The author's observation is interesting and useful to know, but this is an
edge case that is easily fixable and actually kind of the fault of user code,
not the implementation or the spec.

Its not so simple to just say "I can't believe they changed the performance of
xyz"... the author's article is about just one usage pattern, and there is no
evidence presented to show it is very common compared to others. Developers
needing specific behavior for this pattern could easily have used
java.nio.CharBuffer which makes allocation/copying/access to the underlying
array/etc explicit, and just happens to implement CharSequence. No
reimplementation of String necessary.

In general, Java is not C or C++, and has never been billed as a platform
where you could rely on the internal representation of anything unless it is
specified as such. Even the same bytecode running on the same platform on the
same machine can run differently if the hotspot compiler says Make It So.
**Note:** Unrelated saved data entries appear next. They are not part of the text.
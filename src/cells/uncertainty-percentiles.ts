/**
 * A Monte Carlo quantity's percentiles and SD with their own precision
 * (numerics/sampling/order-statistics.ts), as the report's fields and words: per percentile
 * (2.5, median, 97.5) its distribution-free 95% interval from order statistics, the standard
 * uncertainty that interval gives (its width / (2 · 1.96)) and the percentile shown to the place
 * of that uncertainty's first digit, as a verdict's probability is shown to its standard error's
 * (uncertainty-precision.ts); the SD's large-sample standard error from the samples' kurtosis.
 * Nothing else is computed from them: the defined names `_p025`, `_p975`, `_sd` are unchanged.
 */
import type { PercentilePrecision } from '../engine/report.ts';
import { formatNumber, type ReportQuantity } from '../units/quantity.ts';
import { unitAfterNumber } from '../units/units.ts';
import { quantileInterval, sdSE, fewestForInterval } from '../numerics/sampling/order-statistics.ts';
import { leadingPlace, roundTo, decimalsOf } from '../numerics/sampling/mc-precision.ts';

/** How a result's SI numbers are reported: a value in its unit, a difference in the SD's unit. */
export interface ResultScale {
  at(si: number): ReportQuantity;
  diff(si: number): ReportQuantity;
}

/** The percentiles of a summary, in SI. */
export interface SampleFigures {
  readonly sorted: Float64Array;
  readonly p025: number;
  readonly median: number;
  readonly p975: number;
  readonly sd: number;
  readonly kurtosis: number;
}

export interface PercentileFields {
  percentiles: { p025: PercentilePrecision; median: PercentilePrecision; p975: PercentilePrecision };
  sdSE: ReportQuantity;
  percentilePrecision: string;
}

const KEYS = [['p025', 0.025, '2.5 percentile'], ['median', 0.5, 'median'], ['p975', 0.975, '97.5 percentile']] as const;

const withUnit = (text: string, unit: string): string => (unit ? `${text} ${unitAfterNumber(unit)}` : text);
const count = (n: number): string => n.toLocaleString('en-US');
/** 1st, 2nd, 3rd, 4th, 11th, 12th, 13th, 21st, 1,936th. */
export function ordinal(n: number): string {
  const tens = n % 100, ones = n % 10;
  const end = tens >= 11 && tens <= 13 ? 'th' : ones === 1 ? 'st' : ones === 2 ? 'nd' : ones === 3 ? 'rd' : 'th';
  return `${count(n)}${end}`;
}

/** `x` to the place `place`, written with that many decimals. */
const fixed = (x: number, place: number): string => roundTo(x, place).toFixed(Math.min(20, decimalsOf(place)));

/** One percentile's fields and words. */
function onePercentile(sorted: Float64Array, p: number, label: string, si: number, scale: ResultScale): { fields: PercentilePrecision; words: string } {
  const n = sorted.length;
  const q = scale.at(si);
  const ci = quantileInterval(sorted, p);
  if (ci.low === undefined || ci.high === undefined || ci.u === undefined) {
    const shown = withUnit(formatNumber(q.value), q.unit);
    const side = ci.low === undefined && ci.high === undefined ? 'either end' : ci.low === undefined ? 'its lower end' : 'its upper end';
    return { fields: { shown }, words: `${label} ${shown} (fewer than ${count(fewestForInterval(p))} samples: no sample bounds ${side} of its 95% interval)` };
  }
  const low = scale.at(ci.low), high = scale.at(ci.high), u = scale.diff(ci.u);
  const ranks = `the ${ordinal(ci.r)} and ${ordinal(ci.s)} smallest of ${count(n)}`;
  const fields = { ci95: { low, high }, ranks: [ci.r, ci.s] as [number, number], coverage: ci.coverage, u };
  if (!(u.value > 0)) {
    const shown = withUnit(formatNumber(q.value), q.unit);
    return { fields: { shown, ...fields }, words: `${label} ${shown}, with no Monte Carlo error (its 95% interval's ends, ${ranks}, are equal)` };
  }
  const place = leadingPlace(u.value);
  const shown = withUnit(fixed(q.value, place), q.unit);
  const ends = `${withUnit(fixed(low.value, place / 10), low.unit)} to ${withUnit(fixed(high.value, place / 10), high.unit)}`;
  return { fields: { shown, ...fields }, words: `${label} ${shown} ± ${withUnit(formatNumber(u.value, 2), u.unit)} (95% interval ${ends}, ${ranks})` };
}

/**
 * The percentiles' and the SD's precision of a quantity's Monte Carlo samples (sorted, SI).
 * Cost: O(√n) per percentile; the samples are already sorted.
 */
export function percentileFields(s: SampleFigures, scale: ResultScale): PercentileFields {
  const n = s.sorted.length;
  const said: string[] = [];
  const percentiles = {} as PercentileFields['percentiles'];
  for (const [key, p, label] of KEYS) {
    const one = onePercentile(s.sorted, p, label, s[key], scale);
    percentiles[key] = one.fields;
    said.push(one.words);
  }
  const se = scale.diff(sdSE(s.sd, s.kurtosis, n));
  const sdWords = s.sd > 0
    ? `The SD's Monte Carlo standard error is ${withUnit(formatNumber(se.value, 2), se.unit)} (for large n, SD·sqrt((κ − 1)/(4n)) with the samples' kurtosis κ = ${formatNumber(s.kurtosis, 3)}).`
    : 'The SD is 0: every sample gave the same value.';
  return {
    percentiles, sdSE: se,
    percentilePrecision: `Each percentile to the place of its standard uncertainty's first digit (its distribution-free 95% interval's width / 3.92, from order statistics): ${said.join('; ')}. ${sdWords}`,
  };
}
That
of course assumes you are even using Oracle's JVM or OpenJDK... there are in
fact other implementations of both the JVM and the standard library that are
free to implement things however they want.

Even within the Oracle/OpenJDK sphere - there are 4 different garbage
collectors which all could affect this pattern differently. There is even a
new String dedup feature that would have an impact on the internal behavior of
Strings:

[https://blog.codecentric.de/en/2014/08/string-
deduplication-...](https://blog.codecentric.de/en/2014/08/string-
deduplication-new-feature-java-8-update-20-2/)

tl;dr - don't assume and pick the right tool for the job

------
jeb_douche
And there is a good chance it will change again to have compact String in
OpenJDK 9, see
[http://openjdk.java.net/jeps/254](http://openjdk.java.net/jeps/254)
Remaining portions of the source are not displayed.